Below are the entries to work from; restate word for word the portion that opens with the line containing "tables: list[Table] = field(default_factory=list)" and closes with the line containing "from_utc, to_utc) for", keeping both.

(Stored data entries)
[Start of section]

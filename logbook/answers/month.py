"""The monthly summary as sections of sentences and tables; the renderers only set them."""

from __future__ import annotations

from collections import Counter
from collections.abc import Sequence
from dataclasses import dataclass, field
from datetime import UTC, datetime, timedelta
from math import isfinite
from typing import Any

import numpy as np
import pandas as pd

from logbook.answers.cautions import CAUTIONS, STATUS
from logbook.answers.entries import content, ship_time
from logbook.answers.trend import segment_line
from logbook.book.entry import Entry, utc_text
from logbook.judgement.figures import Worked, work_out
from logbook.judgement.flags import FLAGS, MARK, split
from logbook.judgement.trend import trend_of
from logbook.plant.records import Plant

PRINTED_CAUTIONS = (0, 1, 10, 11, 14, 15, 16)


@dataclass(frozen=True, slots=True)
class Table:
    heads: tuple[str, ...]
    rows: Sequence[tuple[str, ...]]


@dataclass
class Section:
    """One numbered part of the summary."""

    title: str
    sentences: list[str] = field(default_factory=list)
    tables: list[Table] = field(default_factory=list)


@dataclass(frozen=True)
class Month:
    plant: str
    title: str
    from_utc: datetime
    to_utc: datetime
    sections: list[Section]


def span_of(month: str, offset_min: int) -> tuple[datetime, datetime]:
    """The UTC instants between which a month of ship time lies. Raises ValueError for a text like 2026-13."""
    first = datetime.strptime(month, "%Y-%m").replace(tzinfo=UTC)
    following = (first + timedelta(days=32)).replace(day=1)
    return first - timedelta(minutes=offset_min), following - timedelta(minutes=offset_min)


def month(
    plant: Plant, entries: Sequence[Entry], title: str, from_utc: datetime, to_utc: datetime, head: tuple[int, str]
) -> Month:
    """Everything the figures of today say about a span of time. Sums first, divided last."""
    inside = [entry for entry in entries if from_utc < entry.taken_utc <= to_utc]
    worked = {engine.id: work_out(plant, entries, engine.id) for engine in plant.engines}
    parts = {name: _rows(found, from_utc, to_utc) for name, found in worked.items()}
    # By the clock: spans over a port stay overlap those of the readings taken in port.
    elapsed = (to_utc - from_utc).total_seconds() / 3600
    sections = [_head(plant, head), _plain(plant, parts)]
    sections += [_counters(parts, elapsed), _efficiency(worked, parts), _trend(worked, from_utc, to_utc)]
    sections += [_remarks(plant, inside), _quality(inside, parts)]
    cautions = Section("Cautions", [f"{number + 1}. {CAUTIONS[number]}" for number in PRINTED_CAUTIONS])
    return Month(plant.name, title, from_utc, to_utc, [*sections, cautions])


def _rows(found: Worked, from_utc: datetime, to_utc: datetime) -> pd.DataFrame:
    """The figures of the span with energy and heat beside them."""
    frame = found.frame.assign(
        energy_kwh=found.power.energy_kwh, mass_kg=found.fuel.mass_kg, heat_mj=found.fuel.energy_mj
    )
    common = frame["flags"].str.contains("common_fuel_meter")
    frame.loc[common, ["mass_kg", "heat_mj"]] = np.nan
    return frame[(frame["at_utc"] > utc_text(from_utc)) & (frame["at_utc"] <= utc_text(to_utc))]


def _head(plant: Plant, head: tuple[int, str]) -> Section:
    table = Table(
        ("engine", "rated kW", "rpm", "cylinders", "cycle", "fuel"),
        [
            (e.id, f"{e.rated_power_kw:.0f}", f"{e.rated_speed_rpm:.0f}", str(e.cylinders), e.cycle, e.fuel)
            for e in plant.engines
        ],
    )
    return Section(
        "Head",
        [STATUS, f"Head of the book: entry {head[0]}, digest {head[1]}.", f"plant.toml digest {plant.digest}."],
        [table],
    )


def _compared(rows: pd.DataFrame) -> dict[str, float] | None:
    """Pooled figures of the compared readings with a reference; None where there are none."""
    part = rows[rows["comparable"] & np.isfinite(rows["excess_gap"])]
    if part.empty:
        return None
    energy, heat = part["energy_kwh"].sum(), part["heat_mj"].sum()
    expected = (part["energy_kwh"] * 3.6 / (part["brake_thermal_efficiency"] + part["excess_gap"])).sum()
    fuel = (part["energy_kwh"] * part["sfoc_g_kwh"] / 1e6).sum()
    u = float((part["u_excess_gap"] / part["brake_thermal_efficiency"]).mean())
    return {
        "n": float(len(part)),
        "energy": float(energy),
        "efficiency": float(energy * 3.6 / heat),
        "deviation": float(heat / expected - 1),
        "excess_points": float(energy * 3.6 * (1 / expected - 1 / heat)),
        "excess_t": float(fuel * (1 - expected / heat)),
        "u_excess_t": float(fuel * u),
        "bound": _mean(part["reversible_bound_ambient"]),
        "hot": _mean(part["combustion_temperature_k"]),
        "cold": _mean(part["ambient_temperature_k"]),
        "load": float((part["load_fraction"] * part["energy_kwh"]).sum() / energy),
    }


def _mean(column: pd.Series[Any]) -> float:
    good = column[np.isfinite(column)]
    return float(good.mean()) if len(good) else float("nan")


def _plain(plant: Plant, parts: dict[str, pd.DataFrame]) -> Section:
    section = Section("Plain page")
    price = next((grade.price_per_t for grade in plant.fuels if grade.price_per_t), None)
    for name, rows in parts.items():
        pooled = _compared(rows)
        if pooled is None:
            section.sentences.append(f"{name}: no reading of this span can be compared ({_why(rows)}).")
            continue
        u = 2 * pooled["u_excess_t"]
        money = f", {pooled['excess_t'] * price:.0f} {plant.currency}" if price and pooled["excess_t"] > u else ""
        zero = " (not different from zero)" if abs(pooled["excess_t"]) <= u else money
        section.sentences.append(
            f"{name}: {100 * pooled['deviation']:+.1f} % against its own reference at equal load, that is"
            f" {pooled['excess_t']:+.1f} +- {u:.1f} t over {pooled['n']:.0f} readings compared{zero}."
        )
    return section


def _why(rows: pd.DataFrame) -> str:
    counts = Counter(key for flags in rows["flags"] for key in split(flags) if FLAGS[key].kind != MARK)
    return "; ".join(f"{FLAGS[key].sentence}: {count}" for key, count in counts.most_common(3)) or "it did not run"


def _counters(parts: dict[str, pd.DataFrame], elapsed: float) -> Section:
    rows = []
    for name, part in parts.items():
        hours, energy = float(part["running_h"].sum()), float(part["energy_kwh"].sum())
        mass = float(part["mass_kg"].sum()) / 1000
        per_day = 24 * mass / elapsed if elapsed else float("nan")
        rows.append((name, f"{elapsed:.1f}", f"{hours:.1f}", f"{energy / 1000:.1f}", f"{mass:.1f}", f"{per_day:.2f}"))
    return Section(
        "Hours, energy and fuel",
        ["Fuel of a common meter is not divided between its engines; spans without a difference are left out."],
        [Table(("engine", "elapsed h", "running h", "brake MWh", "fuel t", "t per 24 h"), rows)],
    )


def _efficiency(worked: dict[str, Worked], parts: dict[str, pd.DataFrame]) -> Section:
    rows = []
    for name, part in parts.items():
        found = _compared(part)
        if found is None:
            continue
        gap = found["bound"] - found["efficiency"]
        method = worked[name].combustion.method
        rows.append(
            (
                name, f"{100 * found['load']:.0f}", f"{100 * found['efficiency']:.2f}",
                f"{100 * found['excess_points']:+.2f}", f"{100 * found['deviation']:+.2f}",
                _number(100 * found["bound"]), _number(100 * gap), _number(found["hot"], 0), _number(found["cold"], 0),
                method,
            )
        )  # fmt: skip
    heads = (
        "engine", "load %", "brake eff. %", "excess points", "excess %", "bound %", "gap points", "T hot K", "T cold K",
        "combustion temperature by",
    )  # fmt: skip
    sentences = [
        "Compared readings only, pooled. The bound comes from the two temperatures beside it; the gap is no loss."
    ]
    return Section("Efficiency", sentences, [Table(heads, rows)])


def _number(value: float, digits: int = 2) -> str:
    return f"{value:.{digits}f}" if isfinite(value) else ""


def _trend(worked: dict[str, Worked], from_utc: datetime, to_utc: datetime) -> Section:
    section = Section("Trend of the excess")
    for name, found in worked.items():
        for segment in trend_of(found).segments:
            if segment.to_utc > utc_text(from_utc) and segment.from_utc <= utc_text(to_utc):
                section.sentences.append(f"{name}: {segment_line(segment)}")
    if not section.sentences:
        section.sentences.append("No segment with comparable readings touches this span.")
    return section


def _remarks(plant: Plant, inside: Sequence[Entry]) -> Section:
    rows = []
    for entry in inside:
        if entry.kind in ("work", "event", "remark", "setting") or entry.body.get("remark"):
            said = str(entry.body.get("remark", "")) if entry.kind == "reading" else content(plant, entry)
            rows.append((ship_time(entry), entry.subject, entry.kind, said, entry.person))
    return Section("Remarks, events and work done", [], [Table(("ship time", "of", "kind", "what", "by"), rows)])


def _quality(inside: Sequence[Entry], parts: dict[str, pd.DataFrame]) -> Section:
    readings = [entry for entry in inside if entry.kind == "reading"]
    amended = sum(entry.replaces is not None for entry in inside)
    section = Section("Data quality", [f"{len(readings)} readings, {amended} amendments in this span."])
    rows = []
    for name, part in parts.items():
        counts = Counter(key for flags in part["flags"] for key in split(flags))
        for key, count in counts.most_common():
            rows.append((name, str(count), FLAGS[key].kind, FLAGS[key].sentence))
    section.tables.append(Table(("engine", "readings", "kind", "reason"), rows))
    return section
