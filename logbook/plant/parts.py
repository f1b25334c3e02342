"""Small parts of plant.toml that several tables have."""

from __future__ import annotations

import difflib
import re
from collections.abc import Mapping
from itertools import pairwise

from logbook.plant.catalogue import ReadingDefinition
from logbook.plant.fields import Table
from logbook.plant.records import Counter, EfficiencyCurve

_ID = re.compile(r"[A-Za-z0-9][A-Za-z0-9_-]{0,15}")


def short_id(table: Table) -> str:
    """An id that may stand in a key, in a file name and in a column of a screen."""
    found = table.text("id", "", required='a short name, e.g. "ME"')
    if found and not _ID.fullmatch(found):
        table.note("id", "up to 16 letters, digits, _ or -, beginning with a letter or digit")
        return ""
    return found


def reading_keys(table: Table, points: Mapping[str, ReadingDefinition]) -> tuple[str, ...]:
    """The points of a log in walk order, as `readings` lists them; empty where it is not there."""
    keys = table.texts("readings")
    for key in keys:
        if key not in points:
            near = difflib.get_close_matches(key, points, n=1)
            table.faults.note(
                (*table.path, "readings"),
                f"'{key}'",
                "keys of the catalogue or of a [[point]]",
                f"Did you mean '{near[0]}'?" if near else "",
            )
    return keys


def read_counter(table: Table) -> Counter:
    """Digits, decimals and multiplier of a counter."""
    digits = table.whole("digits", 8, least=1, greatest=12, required=True) or 8
    decimals = table.whole("decimals", 0, least=0, greatest=4) or 0
    if decimals >= digits:
        table.note("decimals", f"fewer decimal places than digits ({digits})")
        decimals = 0
    return Counter(digits, table.number("multiplier", 1.0, least=1e-3, greatest=1e6) or 1.0, decimals)


def rising(table: Table, key: str, values: tuple[float, ...]) -> None:
    """Loads must rise from point to point."""
    if any(later <= earlier for earlier, later in pairwise(values)):
        table.note(key, "loads that rise from point to point")


def read_efficiency(table: Table, key: str) -> EfficiencyCurve | None:
    """`key = 0.955`, or a table with load_percent and efficiency."""
    raw = table.raw(key)
    if raw is None:
        return None
    if isinstance(raw, int | float) and not isinstance(raw, bool):
        if not 0.3 <= raw <= 1:
            table.note(key, "an efficiency from 0.3 to 1")
            return None
        return EfficiencyCurve((100.0,), (float(raw),))
    inner = table.table(key) if isinstance(raw, dict) else None
    if inner is None:
        table.note(key, "an efficiency from 0.3 to 1, or { load_percent = [...], efficiency = [...] }")
        return None
    load = inner.numbers("load_percent", least=0, greatest=130, required=True)
    efficiency = inner.numbers("efficiency", least=0.3, greatest=1, required=True)
    rising(inner, "load_percent", load)
    if len(load) != len(efficiency):
        inner.note("efficiency", f"as many numbers as load_percent has ({len(load)})")
    inner.done()
    return EfficiencyCurve(load, efficiency)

[End of section]

EXERCISE OUTPUT »
    tables: list[Table] = field(default_factory=list)


@dataclass(frozen=True)
class Month:
    plant: str
    title: str
    from_utc: datetime
    to_utc: datetime
    sections: list[Section]


def span_of(month: str, offset_min: int) -> tuple[datetime, datetime]:
    """The UTC instants between which a month of ship time lies. Raises ValueError for a text like 2026-13."""
    first = datetime.strptime(month, "%Y-%m").replace(tzinfo=UTC)
    following = (first + timedelta(days=32)).replace(day=1)
    return first - timedelta(minutes=offset_min), following - timedelta(minutes=offset_min)


def month(
    plant: Plant, entries: Sequence[Entry], title: str, from_utc: datetime, to_utc: datetime, head: tuple[int, str]
) -> Month:
    """Everything the figures of today say about a span of time. Sums first, divided last."""
    inside = [entry for entry in entries if from_utc < entry.taken_utc <= to_utc]
    worked = {engine.id: work_out(plant, entries, engine.id) for engine in plant.engines}
    parts = {name: _rows(found, from_utc, to_utc) for name, found in worked.items()}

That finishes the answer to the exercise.